Neuralstem grants licenses for CNS therapy surgical devices to Cedars-Sinai Medical Centre
Neuralstem, Inc.,a biotechnological company that focuses on the development of stem cell therapy treatments designed to treat neural conditions, has granted licenses to intellectual property surrounding its spinal cord delivery platform, floating cannula, and method for delivering therapeutic agents to the spinal cord to Cedars-Sinai Medical Center, a non-profit academic medical centre located in Los Angeles, California. The license agreements grant Cedars-Sinai Medical Centre the non-exclusive right to use the licensed intellectual property in academic research.
This is the second group of licenses announced by Neuralstem for these technologies. The financial terms of the agreement were not disclosed. Neuralstem holds the exclusive worldwide licenses to the platform and cannula technologies.
The platform and cannula have been used since 2010 in a phase I ALS trial, sponsored by Neuralstem and recently completed at Emory University, covering the delivery of Neuralstem's NSI-566 neural stem cells into the spinal cords of patients with amyotrophic lateral sclerosis (ALS or Lou Gehrig's disease).
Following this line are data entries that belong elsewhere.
#[tokio::test]
async fn the_book_is_searched_by_batch_source_person_lot_day_kind_and_words_and_all_at_once() {
    let house = Brewhouse::build().await;
    let id = house.dosed("26-301").await;
    house.draft("26-30").await;
    let manager = &house.manager;
    let of_batch = entries(manager, "batch=26-301").await;
    let weighed = house.doses(&id).await.len();
    // Whole numbers: batch 26-30 is another.
    assert_eq!(of_batch.len(), 2 + weighed, "{of_batch:?}");
    assert_eq!(of_batch.last().unwrap(), "created plan");
    let of_source = entries(manager, &format!("source_id={}", house.source)).await;
    for expected in [
        "created source",
        "created water test",
        "created plan",
        "approved plan",
    ] {
        assert!(
            of_source.iter().any(|entry| entry == expected),
            "{of_source:?}"
        );
    }
    assert!(
        !of_source.iter().any(|entry| entry.contains("beer")),
        "{of_source:?}"
    );
    let accounts = manager.get("/record?kind=account").await.body;
    let account = |name: &str| {
        let mut found = accounts["items"].as_array().unwrap().iter();
        let found = found.find(|entry| entry["subject_name"] == name).unwrap();
        found["subject_id"].as_str().unwrap().to_owned()
    };
    let of_qa = entries(manager, &format!("member_id={}", account("Quin Assay"))).await;
    assert_eq!(of_qa, ["created account"]);
    assert_eq!(entries(manager, "kind=beer").await, ["created beer"]);
    assert_eq!(
        entries(manager, "text=sluice%20PALE&kind=beer").await,
        ["created beer"]
    );
    assert!(entries(manager, "text=no%20such%20words").await.is_empty());
    let today = leat::web::format::today("Etc/UTC");
    let (tomorrow, yesterday) = (today.tomorrow().unwrap(), today.yesterday().unwrap());
    let every = entries(manager, "").await.len();
    assert_eq!(
        entries(manager, &format!("from={yesterday}&to={tomorrow}"))
            .await
            .len(),
        every
    );
    assert!(
        entries(manager, &format!("from={tomorrow}"))
            .await
            .is_empty()
    );
    assert!(entries(manager, &format!("to={yesterday}")).await.len() <= every);
    let all = format!(
        "batch=26-301&source_id={}&member_id={}&from={yesterday}&to={tomorrow}&kind=plan&text=sluice",
        house.source,
        account("Mara Manager")
    );
    assert_eq!(
        entries(manager, &all).await,
        ["approved plan", "created plan"]
    );
    for wrong in [
        "from=soon",
        "source_id=x",
        "member_id=x",
        "from=2026-12-02&to=2026-12-01",
    ] {
        let answer = manager.get(&format!("/record?{wrong}")).await;
        assert_eq!(answer.status, 422, "{wrong}");
    }
}

#[tokio::test]
async fn a_search_is_an_address_that_keeps_what_was_asked_on_every_page_of_the_answer() {
    let house = Brewhouse::build().await;
    for _ in 0..30 {
        let body = json!({"name": "Town mains", "kind": "mains", "days_between_tests": 90});
        let path = format!("/sources/{}", house.source);
        for price in [2.5, 2.6] {
            let mut body = body.clone();
            body["price_per_m3"] = json!(price);
            assert_eq!(house.manager.put(&path, &body).await.status, 200);
        }
    }
    let browser = house.desk.browser("brewer").await;
    let address = format!("/record?source_id={}&kind=source", house.source);
    let page = browser.open(&address).await;
    assert!(
        page.words().contains("1 to 40 of 61 entries"),
        "{}",
        page.words()
    );
    assert_eq!(page.field("kind"), "source");
    assert_eq!(page.field("source_id"), house.source);
    let link = |page: &crate::desk::Seen, selector: &str| {
        let selector = scraper::Selector::parse(selector).unwrap();
        let html = page.html();
        let found = html.select(&selector).next().unwrap();
        found.value().attr("href").unwrap().to_owned()
    };
    let older = browser.open(&link(&page, ".pager a[rel=next]")).await;
    assert!(
        older.words().contains("41 to 61 of 61 entries"),
        "{}",
        older.words()
    );
    assert_eq!(older.texts(".moment").len(), 21);
    assert_eq!(older.field("kind"), "source");
    assert_eq!(link(&older, ".pager a"), address);
    let nothing = browser.open("/record?batch=none").await;
    assert!(
        nothing.words().contains("No entry fits"),
        "{}",
        nothing.words()
    );
    let refused = browser.open("/record?from=soon&batch=26-1").await;
    assert_eq!(refused.status, StatusCode::UNPROCESSABLE_ENTITY);
    assert_eq!(
        (refused.field("from"), refused.field("batch")),
        ("soon".into(), "26-1".into())
    );
    assert!(refused.error("from").unwrap().contains("2026-03-31"));
}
Neuralstem recently received US FDA approval to commence a phase I trial in chronic spinal cord injury using the platform and cannula technologies.
"This second set of licenses for our devices further demonstrates the growing acceptance of intraspinal delivery of therapeutics, once thought impossible, in the treatment of spinal cord conditions and diseases," said Richard Garr, Neuralstem's president and CEO. "We have shown that it can be done safely in our ALS trial in 15 patients, and 18 procedures, in which three patients successfully returned for second transplants. We plan to continue our licensing programme to industry and academia as they begin to explore the possibilities our technology has enabled."
Neuralstem's patented technology enables the ability to produce neural stem cells of the human brain and spinal cord in commercial quantities, and the ability to control the differentiation of these cells constitutively into mature, physiologically relevant human neurons and glia.